Discovering, Indexing and Interlinking Information Resources

F1000Res. 2015 Jul 30:4:432. doi: 10.12688/f1000research.6848.2. eCollection 2015.

Abstract

The social media revolution is having a dramatic effect on the world of scientific publication. Scientists now publish their research interests, theories and outcomes across numerous channels, including personal blogs and other thematic web spaces where ideas, activities and partial results are discussed. Accordingly, information systems that facilitate access to scientific literature must learn to cope with this valuable and varied data, evolving to make this research easily discoverable and available to end users. In this paper we describe the incremental process of discovering web resources in the domain of agricultural science and technology. Making use of Linked Open Data methodologies, we interlink a wide array of custom-crawled resources with the AGRIS bibliographic database in order to enrich the user experience of the AGRIS website.
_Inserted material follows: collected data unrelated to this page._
// The release review as a release workflow runs it: examples/workflows/release-review.yml as
// written, through the real bundle (`node dist/index.js`, or BELLGATE_ACTION_BUNDLE), on the
// sample project (test/fixtures/sample-project) whose history examples/workflows/bench.yml records
// on pushes to main, against the loopback REST stand-in (held to GitHub's REST description from
// @octokit/openapi; each job's token limited to its `permissions:`), the results service and
// Azurite. Event payloads are GitHub's examples (@octokit/webhooks-examples: release published,
// push of a tag), moved to the sample repository and its tags.
// The truth is the sample project's own: kestrel.json's slowdown 1.12 from the 19th recorded run
// makes both latencies 12% slower and leaves the bundle size alone.
import { cpSync, readFileSync, writeFileSync } from 'node:fs';
import { join } from 'node:path';
import { afterAll, afterEach, beforeAll, describe, expect, it } from 'vitest';
import { ROOT } from './action-runner.js';
import { takeViolations } from './standins/rest-api.js';
import { startServices, type Services } from './standins/services.js';
import { examplePayload } from './webhook-payloads.js';
import { readWorkflow, runWorkflow, triggers, type JobRun, type WorkflowEvent } from './workflow-runner.js';

const REPO = { owner: 'Codertocat', repo: 'Hello-World', id: 186853002 };
const SLOWER = 1.12;
let services: Services;
let tokens = 0;

beforeAll(async () => {
  services = await startServices('bellgate-e2e-release-');
}, 60_000);
afterAll(async () => {
  await services?.close();
});
afterEach(() => {
  expect(takeViolations(services.rest.state)).toEqual([]);
});

const sha = (runId: number): string => runId.toString(16).padStart(40, 'c');
const repository = () => ({
  ...(examplePayload('pull_request', 'opened').repository as Record<string, unknown>),
  default_branch: 'main',
});

/** One workflow run of `file` for the event, on commit `commit`, with the workspace's kestrel.json. */
async function run(file: string, e: WorkflowEvent, workspace: string, runId: number, commit: string) {
  const headBranch = e.ref.replace(/^refs\/(heads|tags)\//, '');
  return runWorkflow(readWorkflow(join(ROOT, 'examples', 'workflows', file)), e, {
    workspace,
    runId,
    tokenFor(permissions) {
      const token = `ghs_release${tokens++}`;
      services.rest.state.tokenPermissions.set(token, permissions);
      return token;
    },
    env: {
      GITHUB_REPOSITORY: `${REPO.owner}/${REPO.repo}`,
      GITHUB_SHA: commit,
      GITHUB_API_URL: services.rest.url,
      ACTIONS_RESULTS_URL: services.results.url,
      ACTIONS_RUNTIME_TOKEN: services.results.tokenFor({
        workflowRunId: runId,
        headBranch,
        headRepositoryId: REPO.id,
        repositoryId: REPO.id,
      }),
      BELLGATE_RETRY_UNIT_MS: '1',
    },
  });
}

const explain = (jobs: JobRun[]) =>
  jobs
    .flatMap((j) =>
      (j.steps ?? []).map((s) => `${j.job} ${s.name}: ${s.code}\n${s.output ?? ''}${s.result?.stdout ?? ''}`),
    )
    .join('\n');
const review = (jobs: JobRun[]) => jobs[0]?.steps?.find((s) => s.name.startsWith('OWNER/bellgate@'));

describe('examples/workflows/release-review.yml on the sample project', () => {
  const workspace = () => join(services.root, 'project');
  const ids: number[] = [];

  it('bench.yml records 30 pushes; the release of the 30th is reviewed since the release before it', async () => {
    cpSync(join(ROOT, 'test', 'fixtures', 'sample-project'), workspace(), { recursive: true });
    const push = {
      name: 'push',
      payload: {
        ...examplePayload('push', undefined, (p) => p.ref === 'refs/heads/master'),
        ref: 'refs/heads/main',
        repository: repository(),
      },
      ref: 'refs/heads/main',
    };
    let tagTime = '';
    for (let i = 1; i <= 30; i++) {
      const id = 90_000 + i;
      ids.push(id);
      writeFileSync(join(workspace(), 'kestrel.json'), JSON.stringify({ slowdown: i >= 19 ? SLOWER : 1 }));
      const jobs = await run('bench.yml', push, workspace(), id, sha(id));
      // Recorded whether or not the gate flagged it (the slower pushes regress, as they should).
      expect(review(jobs.filter((j) => j.steps))?.result?.stdout, explain(jobs)).toMatch(
        /recorded run \d+-1 in artifact /,
      );
      // v1.0.0 was tagged on a commit that was never benchmarked, after the 12th run.
      if (i === 12) tagTime = new Date(Date.now() + 1).toISOString();
      await new Promise((r) => setTimeout(r, 2));
    }
    const released = sha(ids[29]!);
    services.rest.state.tags = [
      { name: 'v1.1.0', sha: released },
      { name: 'v1.1.0-rc.1', sha: sha(ids[24]!) },
      { name: 'v1.0.0', sha: 'e'.repeat(40) },
      { name: 'v0.9.0', sha: sha(ids[2]!) },
      { name: 'nightly', sha: sha(ids[27]!) },
    ];
    services.rest.state.commitTimes.set('e'.repeat(40), tagTime);

    const payload: Record<string, unknown> = { ...examplePayload('release', 'published'), repository: repository() };
    (payload.release as Record<string, unknown>).tag_name = 'v1.1.0';
    const published: WorkflowEvent = { name: 'release', payload, ref: 'refs/tags/v1.1.0' };
    const workflow = readWorkflow(join(ROOT, 'examples', 'workflows', 'release-review.yml'));
    expect(triggers(workflow, published)).toBe(true);
    expect(triggers(workflow, push)).toBe(false);
    const jobs = await run('release-review.yml', published, workspace(), 91_000, released);
    const step = review(jobs);
    // Worse metrics do not fail the step by default.
    expect(
      jobs[0]!.steps!.every((s) => s.code === 0),
      explain(jobs),
    ).toBe(true);
    // The markdown escapes brackets; the sentences are read without the escapes.
    const summary = step!.result!.summary.replace(/\\([()[\]])/g, '$1');
    expect(summary).toMatch(/^### Bellgate release review/m);
    // The release before v1.1.0, passing over its release candidate and the tag that is no version.
    expect(summary).toContain('reference: tag v1.0.0 (commit eeeeeeeeeeee), the release before v1.1.0');
    // v1.0.0's commit has no recorded run: the nearest earlier one (the 12th) stands in.
    expect(summary).toMatch(new RegExp(`has no recorded run; run ${ids[11]}-1 .*the nearest earlier recorded run`));
    expect(summary).toMatch(new RegExp(`step \\+12\\.0% at run ${ids[18]}-1`));
    expect(step!.result!.outputs.get('regressed')).toBe('2');
    expect(jobs[0]!.steps!.at(-1)!.output).toContain('metrics worse since the previous release - 2');

    const json = JSON.parse(readFileSync(step!.result!.outputs.get('report')!, 'utf8')) as {
      schema: string;
      latest: { run: string };
      metrics: {
        name: string;
        status: string;
        ratio: number;
        lower: number;
        upper: number;
        steps: { run: string }[];
      }[];
    };
    expect(json.schema).toBe('bellgate.since/1');
    expect(json.latest.run).toBe(`${ids[29]}-1`);
    const byName = new Map(json.metrics.map((m) => [m.name, m]));
    for (const name of ['latency/geocode-p50', 'latency/geocode-p95']) {
      const m = byName.get(name)!;
      expect(m.status).toBe('worse');
      // The interval covers the slowdown the sample project was given.
      expect(m.lower).toBeLessThanOrEqual(SLOWER * 1.001);
      expect(m.upper).toBeGreaterThanOrEqual(SLOWER * 0.995);
      // One step, on the first slower run (p95 also drifts down 0.06% a run: a drift is no step).
      expect(m.steps.map((s) => s.run)).toEqual([`${ids[18]}-1`]);
    }
    expect(byName.get('size/web-bundle.js.gz')!.status).toBe('unchanged');
  }, 300_000);

  it('a pushed version tag gets the same review', async () => {
    const push = examplePayload('push', undefined, (p) => p.ref === 'refs/tags/simple-tag');
    const tagPush: WorkflowEvent = {
      name: 'push',
      payload: { ...push, ref: 'refs/tags/v1.1.0', repository: repository() },
      ref: 'refs/tags/v1.1.0',
    };
    const jobs = await run('release-review.yml', tagPush, workspace(), 91_001, sha(ids[29]!));
    expect(
      jobs[0]!.steps!.every((s) => s.code === 0),
      explain(jobs),
    ).toBe(true);
    expect(review(jobs)!.result!.summary).toContain('reference: tag v1.0.0');
    expect(review(jobs)!.result!.outputs.get('regressed')).toBe('2');
  }, 120_000);
});
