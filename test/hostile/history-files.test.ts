// Hostile history input that must be refused before it costs time or memory: a history path that
// is not a regular file (/dev/zero, a FIFO, a folder), and artifact zips that lie — a 98-byte zip
// claiming 10 million entries (APPNOTE.TXT 4.3.14: the ZIP64 end record holds a 64-bit count), and
// one whose headers declare 1,000 bytes for an entry that inflates to 1 GiB. Each runs in a child
// process (the CLI, or the zip reader, bundled by test/helpers/bundle.ts) under a hard heap limit,
// so a case that tried to read everything would die of it; the refusal and its message are checked,
// never the time taken.
import { execFileSync, spawnSync } from 'node:child_process';
import { mkdirSync, mkdtempSync, rmSync, writeFileSync } from 'node:fs';
import { tmpdir } from 'node:os';
import { join } from 'node:path';
import { afterAll, beforeAll, describe, expect, it } from 'vitest';
import { bundleScript } from '../helpers/bundle.js';
import { STACK_LINE } from './guards.js';

const HEAP_MIB = 96;
let work: string;
let cli: string;
let zipReader: string;

beforeAll(async () => {
  work = mkdtempSync(join(tmpdir(), 'bellgate-hostile-files-'));
  cli = await bundleScript(new URL('./workers/cli.ts', import.meta.url).pathname, join(work, 'cli'));
  zipReader = await bundleScript(new URL('./workers/zip.ts', import.meta.url).pathname, join(work, 'zip'));
});
afterAll(() => rmSync(work, { recursive: true, force: true }));

/** Runs a bundled script under the heap limit; a hang is stopped at 60 s (a bound, not a measurement). */
function capped(
  script: string,
  args: string[],
): { code: number | null; signal: NodeJS.Signals | null; stdout: string; stderr: string } {
  const r = spawnSync(process.execPath, [`--max-old-space-size=${HEAP_MIB}`, script, ...args], {
    cwd: work,
    encoding: 'utf8',
    timeout: 60_000,
    env: { PATH: process.env.PATH ?? '', NO_COLOR: '1' },
  });
  return { code: r.status, signal: r.signal, stdout: r.stdout, stderr: r.stderr };
}

describe('a history that is not a regular file is refused before a byte is read', () => {
  it('check, record, verify and tune refuse /dev/zero, a FIFO and a folder with exit 3 and one plain message', () => {
    const metrics = join(work, 'run.json');
    writeFileSync(metrics, '{"render/frame": 16.4}');
    const fifo = join(work, 'history.fifo');
    execFileSync('mkfifo', [fifo]);
    const folder = join(work, 'history-folder');
    mkdirSync(folder);
    for (const [path, kind] of [
      ['/dev/zero', 'a character device'],
      [fifo, 'a FIFO (named pipe)'],
      [folder, 'a folder'],
    ] as const) {
      for (const args of [
        ['check', '--metrics', metrics, '--history', path],
        ['check', '--metrics', metrics, '--history', path, '--record', '--id', '1-1'],
        ['record', '--metrics', metrics, '--history', path, '--id', '1-1'],
        ['verify', '--history', path],
        ['tune', '--history', path],
      ]) {
        const r = capped(cli, args);
        expect(r.signal, `${args.join(' ')}: ${r.stderr}`).toBeNull();
        expect(r.code, `${args.join(' ')}: ${r.stderr}`).toBe(3);
        expect(r.stderr).toContain(
          `${path} is ${kind}, not a regular file; a history is read only from a regular file`,
        );
        expect(r.stderr).toContain('fix: name a history file');
        expect(r.stderr).not.toMatch(STACK_LINE);
      }
    }
  });
});

describe('artifact zips that lie are refused before they are inflated', () => {
  const cases: Array<[string, RegExp]> = [
    ['ten-million-entries', /^ZipRefusedError: it claims 10000000 entries, more than the 16 allowed$/],
    ['four-billion-entries', /^ZipRefusedError: it claims 4294967295 entries, more than the 16 allowed$/],
    ['claims-more-entries-than-it-has', /^ZipRefusedError: it claims 60000 entries, more than the 16 allowed$/],
    [
      'declares-two-gigabytes',
      /^ZipRefusedError: it declares 2147483648 unzipped bytes, more than the 67108864 allowed$/,
    ],
    [
      'lies-about-its-size',
      /^ZipRefusedError: entry "history\.jsonl" inflates past the 1000 bytes it declares; inflating stopped there$/,
    ],
  ];
  it.each(cases)('%s', (name, message) => {
    const r = capped(zipReader, [name]);
    expect(r.signal, r.stderr).toBeNull();
    expect(r.code, r.stderr).toBe(0);
    const outcome = JSON.parse(r.stdout) as { refused?: string; zipBytes: number; maxRssMiB: number; cpuMs: number };
    expect(outcome.refused).toMatch(message);
    if (name === 'ten-million-entries') expect(outcome.zipBytes).toBe(98);
    // the bound (512 MB); the heap limit above is far below it anyway
    expect(outcome.maxRssMiB).toBeLessThan(512);
    console.log(
      `hostile zip ${name}: ${outcome.zipBytes} bytes, refused using ${outcome.maxRssMiB} MiB peak, ${outcome.cpuMs} ms CPU`,
    );
  });
});
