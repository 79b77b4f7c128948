import { compileGlobs } from './glob-matcher.js';
import type { Config, GroupSpec, MetricSettings } from './types.js';

/**
 * The settings that decide one metric: the defaults, then every `metrics:` rule whose globs match
 * the name, in file order, so a later match overrides an earlier one key by key. Pure.
 * Globs are picomatch globs over the whole name; `*` does not cross '/', `**` does; a glob starting
 * with '!' excludes (see compileGlobs). A metric is never relative to itself: when the resolved
 * `relative-to` names the metric (the calibration benchmark matched by its own rule), it is dropped.
 * @example settingsFor(config, 'throughput/home').worse // 'lower' with the rule { match: 'throughput/*', worse: lower }
 */
export function settingsFor(config: Config, metric: string): MetricSettings {
  const settings: MetricSettings = { ...config.defaults };
  for (const rule of config.rules) {
    if (compileGlobs(rule.match)(metric)) Object.assign(settings, rule.settings);
  }
  if (settings.relativeTo === metric) delete settings.relativeTo;
  return settings;
}

/**
 * The group a metric belongs to: the first `groups:` entry whose globs match, or undefined.
 * @example groupFor(config, 'latency/render')?.name // 'latency' with the group { name: latency, match: 'latency/*' }
 */
export function groupFor(config: Config, metric: string): GroupSpec | undefined {
  return config.groups.find((group) => compileGlobs(group.match)(metric));
}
We also discuss the SemaGrow Stack, a query federation and data integration infrastructure used to estimate the semantic distance between crawled web resources and AGRIS.

Keywords: AGRIS; Linked Data; Recommender Systems; SemaGrow; Text Categorization; Web Crawling.

Grants and funding

This work was supported by the European Commission under EU FP7 project SemaGrow (Grant No. 318497), and in part by the Ministry of Education, Science, and Technological Development of the Republic of Serbia (under project ON171017).